--- Extracted entries Enclosed Below ---
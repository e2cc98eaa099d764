namespace SafetyMirror.Core.Optics;

/// <summary>A point or direction in site space: metres, x east, y north, z up.</summary>
/// <remarks>A small double-precision value type: the engine's inner loops must not allocate.</remarks>
public readonly record struct Vec3(double X, double Y, double Z)
{
    /// <summary>The zero vector.</summary>
    public static Vec3 Zero => default;

    /// <summary>Unit vector up (+z).</summary>
    public static Vec3 Up => new(0, 0, 1);

    /// <summary>Euclidean length.</summary>
    public double Length => Math.Sqrt((X * X) + (Y * Y) + (Z * Z));

    /// <summary>Squared length, for comparisons without a square root.</summary>
    public double LengthSquared => (X * X) + (Y * Y) + (Z * Z);

    /// <summary>This vector scaled to length 1; a zero vector stays zero.</summary>
    public Vec3 Normalized()
    {
        var length = Length;
        return length > 0 ? this / length : Zero;
    }

    /// <summary>Dot product.</summary>
    public static double Dot(Vec3 a, Vec3 b) => (a.X * b.X) + (a.Y * b.Y) + (a.Z * b.Z);

    /// <summary>Cross product (right-handed).</summary>
    public static Vec3 Cross(Vec3 a, Vec3 b) =>
        new((a.Y * b.Z) - (a.Z * b.Y), (a.Z * b.X) - (a.X * b.Z), (a.X * b.Y) - (a.Y * b.X));

    /// <summary>Angle between two non-zero vectors in radians, accurate near 0 and π.</summary>
    /// <remarks>Uses atan2(|a×b|, a·b) rather than acos, which loses half its digits near 0.</remarks>
    public static double AngleBetween(Vec3 a, Vec3 b) => Math.Atan2(Cross(a, b).Length, Dot(a, b));

    /// <summary>Distance between two points.</summary>
    public static double Distance(Vec3 a, Vec3 b) => (a - b).Length;

    /// <summary>Distance between two points seen from above (z ignored), in metres.</summary>
    public static double HorizontalDistance(Vec3 a, Vec3 b) => Math.Sqrt(((a.X - b.X) * (a.X - b.X)) + ((a.Y - b.Y) * (a.Y - b.Y)));

    /// <summary>True when every component is a finite number.</summary>
    public bool IsFinite => double.IsFinite(X) && double.IsFinite(Y) && double.IsFinite(Z);

#pragma warning disable CS1591 // operators are self-explanatory
    public static Vec3 operator +(Vec3 a, Vec3 b) => new(a.X + b.X, a.Y + b.Y, a.Z + b.Z);
    public static Vec3 operator -(Vec3 a, Vec3 b) => new(a.X - b.X, a.Y - b.Y, a.Z - b.Z);
    public static Vec3 operator -(Vec3 a) => new(-a.X, -a.Y, -a.Z);
    public static Vec3 operator *(Vec3 a, double s) => new(a.X * s, a.Y * s, a.Z * s);
    public static Vec3 operator *(double s, Vec3 a) => new(a.X * s, a.Y * s, a.Z * s);
    public static Vec3 operator /(Vec3 a, double s) => new(a.X / s, a.Y / s, a.Z / s);
#pragma warning restore CS1591
}
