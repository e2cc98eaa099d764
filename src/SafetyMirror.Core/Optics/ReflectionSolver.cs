using MathNet.Numerics.RootFinding;

namespace SafetyMirror.Core.Optics;

/// <summary>Alhazen's problem on a convex sphere: where light from a target reflects into an eye.</summary>
/// <remarks>
/// The reflection point lies in the plane through the sphere's centre C, the eye E and the target T. In
/// that plane, with C at the origin, E on the first axis at distance e and T at angle β and distance t,
/// the point is P(φ) = R(cos φ, sin φ). Light reflects at P when the normal bisects the directions to E and
/// T, that is when the tangential parts of the unit vectors P→E and P→T cancel:
/// <c>g(φ) = −e·sin φ / |E − P| + t·sin(β − φ) / |T − P| = 0</c>.
/// Only the arc both points can see counts: φ ≤ acos(R/e) and β − φ ≤ acos(R/t). At its ends one of the
/// two rays grazes the sphere, so g changes sign across the arc and Brent's method brackets the single
/// root (the convex case of the quartic in Fujimura et al., arXiv:1706.06924). Distances are written as
/// (e − R)² + 4eR·sin²(φ/2) so that very large radii (near plane mirrors) keep their precision.
/// </remarks>
public static class ReflectionSolver
{
    private const double AngleAccuracy = 1e-15;

    /// <summary>Solves for the reflection point of <paramref name="target"/> seen from <paramref name="eye"/>.</summary>
    public static Reflection Solve(ConvexMirror mirror, Vec3 eye, Vec3 target)
    {
        ArgumentNullException.ThrowIfNull(mirror);
        Preconditions.Finite(eye);
        Preconditions.Finite(target);

        double r = mirror.RadiusM;
        Vec3 toEye = eye - mirror.Centre, toTarget = target - mirror.Centre;
        double e = toEye.Length, t = toTarget.Length;
        if (e <= r)
        {
            return Reflection.None(ReflectionOutcome.EyeInsideSphere);
        }

        if (t <= r)
        {
            return Reflection.None(ReflectionOutcome.TargetInsideSphere);
        }

        // The plane of reflection: first axis toward the eye, second toward the target's side.
        var axis1 = toEye / e;
        var across = toTarget - (Vec3.Dot(toTarget, axis1) * axis1);
        var beta = Math.Atan2(across.Length, Vec3.Dot(toTarget, axis1));
        var axis2 = across.Length > 0 ? across.Normalized() : AnyPerpendicular(axis1);

        double eyeReach = Math.Acos(r / e), targetReach = Math.Acos(r / t);
        double low = Math.Max(0, beta - targetReach), high = Math.Min(beta, eyeReach);
        if (low > high)
        {
            return Reflection.None(ReflectionOutcome.BehindMirror);
        }

        double phi;
        if (high - low <= AngleAccuracy)
        {
            phi = (low + high) / 2;
        }
        else
        {
            double Mismatch(double angle) =>
                (-e * Math.Sin(angle) / Leg(e, r, angle)) + (t * Math.Sin(beta - angle) / Leg(t, r, beta - angle));

            if (!Brent.TryFindRoot(Mismatch, low, high, AngleAccuracy, 200, out phi))
            {
                return Reflection.None(ReflectionOutcome.NotConverged);
            }
        }

        var normal = (Math.Cos(phi) * axis1) + (Math.Sin(phi) * axis2);
        var point = mirror.Centre + (r * normal);
        if (Vec3.Dot(normal, mirror.Normal) <= 0)
        {
            return Reflection.None(ReflectionOutcome.BehindMirror); // on the back half, inside the housing
        }

        var eyeLeg = eye - point;
        return new Reflection(
            ReflectionOutcome.Reflected,
            point,
            normal,
            Vec3.AngleBetween(normal, eyeLeg),
            Vec3.AngleBetween(normal, mirror.Normal),
            mirror.IsOnFace(point),
            eyeLeg.Length,
            Vec3.Distance(target, point));
    }

    /// <summary>Distance from a point at distance d from the centre to the sphere point at angle a from it.</summary>
    private static double Leg(double d, double r, double a)
    {
        var halfSine = Math.Sin(a / 2);
        return Math.Sqrt(((d - r) * (d - r)) + (4 * d * r * halfSine * halfSine));
    }

    private static Vec3 AnyPerpendicular(Vec3 unit)
    {
        var helper = Math.Abs(unit.Z) < 0.9 ? Vec3.Up : new Vec3(1, 0, 0);
        return Vec3.Cross(unit, helper).Normalized();
    }
}
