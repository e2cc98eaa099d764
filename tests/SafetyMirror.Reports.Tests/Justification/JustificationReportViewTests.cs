using System.Text.RegularExpressions;
using SafetyMirror.Core.Design.Evaluation;
using SafetyMirror.Reports.Documents;
using SafetyMirror.Reports.Justification;

namespace SafetyMirror.Reports.Tests.Justification;

// The installation sheet's pictures of the driver's view, read back by poppler's pdfimages and pdftotext and from the HTML.
public sealed partial class JustificationReportViewTests(JustificationReportTests.Rendered rendered) : IClassFixture<JustificationReportTests.Rendered>
{
    [Fact]
    public void ToPdf_OneMirror_EmbedsTheViewAtTheDesignAimAndTheTwoWorstAims()
    {
        Assert.True(Poppler.Images(rendered.EvaluationPdf).Count >= 3, string.Join('\n', Poppler.Images(rendered.EvaluationPdf)));
    }

    [Fact]
    public void ToPdf_OneMirror_PutsTheViewAfterTheAimCheck()
    {
        var aimCheck = rendered.Evaluation.IndexOf("Aim check, mirror M1", StringComparison.Ordinal);
        var view = rendered.Evaluation.IndexOf("What the driver will see once mirror M1 is mounted", StringComparison.Ordinal);

        Assert.InRange(view, aimCheck + 1, rendered.Evaluation.IndexOf("Inspection record", StringComparison.Ordinal));
    }

    [Fact]
    public void ToPdf_OneMirror_ShowsTheDesignCarComingAlongTheServedApproachInFourFrames()
    {
        // The invented corner's eastbound lane runs out beyond 80 m: all four frames, after the three pictures of the aims.
        Assert.Equal(7, Poppler.Images(rendered.EvaluationPdf).Count);
        Assert.Contains("blue, the passenger car at 80 m, 60 m, 40 m, 20 m from the conflict point", rendered.Evaluation, StringComparison.Ordinal);
    }

    [Fact]
    public void ToPdf_OneMirror_CaptionsEachViewWithItsAngularScaleAndAim()
    {
        var captions = ScaleCaption().Matches(rendered.Evaluation);

        Assert.Equal(3, captions.Count);
        Assert.Contains("Mirror M1 at the design aim", rendered.Evaluation, StringComparison.Ordinal);
        Assert.Equal(2, Regex.Matches(rendered.Evaluation, "Mirror M1 with the aim off by 2°").Count);
    }

    [Fact]
    public void ToPdf_OneMirror_CaptionsTheViewWithTheMirrorCautions()
    {
        var caption = rendered.Evaluation[rendered.Evaluation.IndexOf("Mirror M1 at the design aim", StringComparison.Ordinal)..];

        Assert.Contains("look smaller, farther away and slower than they are", caption[..1000], StringComparison.Ordinal);
        Assert.Contains("Left and right are reversed in the mirror", caption[..1000], StringComparison.Ordinal);
    }

    [Fact]
    public void ToHtml_OneMirror_EmbedsPngViewsSizedInMillimetres()
    {
        var html = JustificationReport.ForEvaluation(InventedCorner.Plan(), InventedCorner.Evaluation, InventedCorner.Header()).ToHtml(PaperSize.A4);

        var images = PngImage().Matches(html);

        Assert.Equal(3, images.Count);
        Assert.Equal(4, Regex.Matches(html, "style=\"width: 40mm; height: 30mm\"").Count);
        // A PNG file starts with the signature 89 50 4E 47 0D 0A 1A 0A (ISO/IEC 15948:2004, 5.2), base64 "iVBORw0KGgo".
        Assert.All(images, image => Assert.StartsWith("iVBORw0KGgo", image.Groups[1].Value, StringComparison.Ordinal));
    }

    [Fact]
    public void ToHtml_Page_AllowsItsInlineImagesOnly()
    {
        var html = JustificationReport.ForEvaluation(InventedCorner.Plan(), InventedCorner.Evaluation, InventedCorner.Header()).ToHtml(PaperSize.A4);

        Assert.Contains("default-src 'none'; style-src 'unsafe-inline'; img-src data:\"", html, StringComparison.Ordinal);
    }

    [Fact]
    public void ToPdf_NoAimTolerance_DrawsTheDesignAimOnly()
    {
        // With no tolerance tried there is no worse aim to show.
        var evaluation = InventedCorner.Evaluation with { Robustness = new AimRobustness(0, InventedCorner.Evaluation.Robustness.Cases) };

        var text = Poppler.Flow(rendered.Write(JustificationReport.ForEvaluation(InventedCorner.Plan(), evaluation, InventedCorner.Header()).ToPdf(PaperSize.A4), "no-tolerance.pdf"));

        Assert.Single(ScaleCaption().Matches(text));
    }

    [GeneratedRegex(@"[\d.]+° across, [\d.]+′ a pixel \(480 × 360 px printed 100 × 75 mm\)")]
    private static partial Regex ScaleCaption();

    [GeneratedRegex("<img src=\"data:image/png;base64,([A-Za-z0-9+/=]+)\" alt=\"[^\"]+\" style=\"width: 100mm; height: 75mm\" />")]
    private static partial Regex PngImage();
}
--- End of Enclosed Extracted entries ---
Problem to work on ▸
Only one span is wanted. It runs from the first line of the listing through the line with "public double Length =>", and each line must match exactly.

Your solution ▸
repository e2cc98eaa099d764
namespace SafetyMirror.Core.Optics;

/// <summary>A point or direction in site space: metres, x east, y north, z up.</summary>
/// <remarks>A small double-precision value type: the engine's inner loops must not allocate.</remarks>
public readonly record struct Vec3(double X, double Y, double Z)
{
    /// <summary>The zero vector.</summary>
    public static Vec3 Zero => default;

    /// <summary>Unit vector up (+z).</summary>
    public static Vec3 Up => new(0, 0, 1);

    /// <summary>Euclidean length.</summary>
    public double Length => Math.Sqrt((X * X) + (Y * Y) + (Z * Z));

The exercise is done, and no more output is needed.